Assignment
Please write out each entry exactly as it appears.

Record extracts
namespace DesignCompiler.Ledger;

/// <summary>How long to wait for another trialc's write lock, and a test-only pause inside write transactions.</summary>
public sealed record LedgerOptions
{
    /// <summary>A record or compile takes well under a second; five seconds covers a slow disk without leaving a user staring.</summary>
    public TimeSpan LockWait { get; init; } = TimeSpan.FromSeconds(5);

    /// <summary>
    /// Tests only: hold each write transaction open this long just before it commits, so a
    /// kill or a second writer can be made to land inside it. <see cref="OnPause"/> is called
    /// first, so the test knows the moment has come.
    /// </summary>
    public TimeSpan? PauseBeforeCommit { get; init; }

    public Action? OnPause { get; init; }

    public static LedgerOptions Default { get; } = new();
}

Response area
namespace DesignCompiler.Ledger;

/// <summary>How long to wait for another trialc's write lock, and a test-only pause inside write transactions.</summary>
public sealed record LedgerOptions
{
    /// <summary>A record or compile takes well under a second; five seconds covers a slow disk without leaving a user staring.</summary>
    public TimeSpan LockWait { get; init; } = TimeSpan.FromSeconds(5);

    /// <summary>
    /// Tests only: hold each write transaction open this long just before it commits, so a
    /// kill or a second writer can be made to land inside it. <see cref="OnPause"/> is called
    /// first, so the test knows the moment has come.
    /// </summary>
    public TimeSpan? PauseBeforeCommit { get; init; }

    public Action? OnPause { get; init; }

    public static LedgerOptions Default { get; } = new();
}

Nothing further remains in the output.